Among the issues in the prevention and treatment of head injury is that we still lack complete information about the mechanism underlying these injuries.  However, a key piece of basic research recently published by a team at the University of North Carolina, Chapel Hill, demonstrates that a key aspect of this mechanism occurs in the axons, which are the stalks that grow from neurons to signal to each other. In an article published in Nature Communications, the team, led by Anne Marion Taylor, Ph.D., assistant professor of biomedical engineering at UNC, reports on using microfluidics technology to determine how neurons react when axons are severed. The authors found that damage to axons causes a compensatory loss of collateral connections to neighboring neurons. This loss in connectivity could be reversed by adding a protein, netrin-1, into the solution surrounding the neurons. Although netrin-1 was already known for its importance in rebuilding damaged axons, this work showed that netrin-1 has more widespread effects in rebuilding neural circuits after trauma.

Seeing Inside the Body

One of the key problems with minimally invasive surgical procedures is difficulty in shining sufficient light in the target region to see and manipulate tissue during surgery. Glass filaments are currently used, but they pose a health risk because they can break off in the body. A new citrate polymer fiber invented by scientists at Penn State University represents a much safer alternative to glass filaments. Reporting in Biomaterials, the scientists, led by Jian Yiang, Ph.D., associate professor of biomedical engineering at Penn State, describe how they developed the fiber and show how much less likely this polymer filament is to break when manipulated. If biocompatibility tests show that this polymer does not affect tissue health, it could eventually appear in surgical microscopes and make glass filaments a thing of the past.
Creating better illumination tools is one way of seeing inside the body. An elegant device developed by a team including MIT biomedical engineer Giovanni Traverso, Ph.D., consists of a proof-of-concept ingestable sensor that attaches to the stomach lining and can provide upper gastrointestinal system information for two days. The team reports on the device in a recent issue of Nature Biomedical Engineering. Unlike earlier ingestable diagnostic devices, the sensor developed by Dr. Traverso and his colleagues uses the contraction of the gut to power the device. It also surpassed pill-sized ingestable cameras by providing data from a longer time period.

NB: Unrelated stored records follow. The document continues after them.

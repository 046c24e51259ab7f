/**
 * Issuing a purge command: recorded first (so even a command the broker refuses is on file, with
 * who or what asked), watched by the proof, then published at QoS 1 on the vessel's command topic
 * in the shape of the telemetry contract: {"id", "action": "purge", "duration_s"}.
 */
import { randomUUID } from 'node:crypto';
import type { Kysely } from 'kysely';
import type { Database } from '../db/schema';
import type { Actor } from '../audit';
import * as repo from './repository';
import type { CommandRow } from './repository';
import type { PurgeVerifier } from './verifier';

/** ms: a broker that has not acknowledged a QoS 1 publish by then is treated as down */
export const PUBLISH_TIMEOUT_MS = 10_000;

export interface CommandView {
	id: string;
	vessel_id: number;
	requested_at: string;
	/** an e-mail address, or "schedule" */
	requested_by: string;
	source: 'schedule' | 'manual';
	duration_s: number;
	outcome: CommandRow['outcome'];
	/** why, in the proof's words: closed_in_time, not_opened, closed_early, open_too_long, publish_failed, valve_already_open, … */
	finding: string | null;
	opened_at: string | null;
	closed_at: string | null;
	decided_at: string | null;
	dp_before_bar: number | null;
	dp_after_bar: number | null;
}

const iso = (ms: number | null) => (ms === null ? null : new Date(ms).toISOString());

export function commandView(row: CommandRow): CommandView {
	return {
		id: row.id,
		vessel_id: row.vessel_id,
		requested_at: new Date(row.requested_at).toISOString(),
		requested_by: row.requested_by,
		source: row.source,
		duration_s: row.duration_s,
		outcome: row.outcome,
		finding: row.finding,
		opened_at: iso(row.opened_at),
		closed_at: iso(row.closed_at),
		decided_at: iso(row.decided_at),
		dp_before_bar: row.dp_before_bar,
		dp_after_bar: row.dp_after_bar
	};
}

export function commandTopic(prefix: string, vesselCode: string) {
	return `${prefix}/${vesselCode}/separator/command`;
}

export class PublishError extends Error {
	constructor(
		message: string,
		readonly commandId: string
	) {
		super(message);
	}
}

export interface IssueDeps {
	db: Kysely<Database>;
	verifier: PurgeVerifier;
	prefix: string;
	publish(topic: string, payload: string): Promise<void>;
}

export interface IssueRequest {
	vesselId: number;
	vesselCode: string;
	durationS: number;
	source: 'schedule' | 'manual';
	/** for a manual purge: who asked; a scheduled one is asked by "schedule" */
	actor: Actor | null;
}

/** Records, watches and publishes a command. Throws PublishError (the row then says publish_failed). */
export async function issueCommand(deps: IssueDeps, req: IssueRequest): Promise<CommandRow> {
	const row: CommandRow = {
		id: randomUUID(),
		vessel_id: req.vesselId,
		requested_at: Date.now(),
		requested_by: req.source === 'schedule' || !req.actor ? 'schedule' : req.actor.name,
		user_id: req.source === 'manual' ? (req.actor?.userId ?? null) : null,
		source: req.source,
		duration_s: req.durationS,
		outcome: 'pending',
		finding: null,
		opened_at: null,
		closed_at: null,
		decided_at: null,
		dp_before_bar: null,
		dp_after_bar: null
	};
	await repo.insertCommand(deps.db, row);
	deps.verifier.track(row);
	const payload = JSON.stringify({ id: row.id, action: 'purge', duration_s: row.duration_s });
	let timer: NodeJS.Timeout | undefined;
	try {
		await Promise.race([
			deps.publish(commandTopic(deps.prefix, req.vesselCode), payload),
			new Promise<never>((_, reject) => {
				timer = setTimeout(
					() =>
						reject(
							new Error(`no acknowledgement from the broker within ${PUBLISH_TIMEOUT_MS / 1000} s`)
						),
					PUBLISH_TIMEOUT_MS
				);
			})
		]);
	} catch (err) {
		// a scheduled purge that never left is a missed purge; a manual one is answered to its asker
		await deps.verifier.publishFailed(row.id, req.source === 'schedule');
		throw new PublishError(err instanceof Error ? err.message : String(err), row.id);
	} finally {
		clearTimeout(timer);
	}
	return row;
}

Implants That Grow With Chilren

Using implants to treat medical problems in children is difficult for one simple reason: children can quickly outgrow their devices. The problem has been particularly acute among pediatric cardiac surgeons, for whom implants are commonly used devices. Now, thanks to collaboration between surgeons and a team including Jeffrey Karp, Ph.D., a Harvard biomedical engineer, valve implants that grow with patients could be here soon. Inspired by the clever design of a Chinese finger trap, the collaborators developed an implant that grows longer but thinner over time. They report on their device in Nature Biomedical Engineering, including its proof-of-principle testing in growing piglets. Based on these data, the study authors will continue to adapt and develop the device.

Say What?

Humans are especially good at listening to many voices at once or focusing on one voice in a crowded room. However, we really don’t know how we do this so well. Scientists at Imperial College London (ICL) solved part of this mystery. Reporting in eLife, the ICL authors developed a mathematical method to measure how the response to speech in a person’s brainstem changed when that person’s attention moved from one person to another. Perceptible changes in brainstem activity occurred when a person was intently listening to someone, and it disappeared when the person ignored speech. In addition to supplementing what we already know about how the brain stem participates in sensory tasks, the ICL team’s findings mean that damage to the brainstem – common to several neurological disorders – can easily affect how we process speech and interact with each other.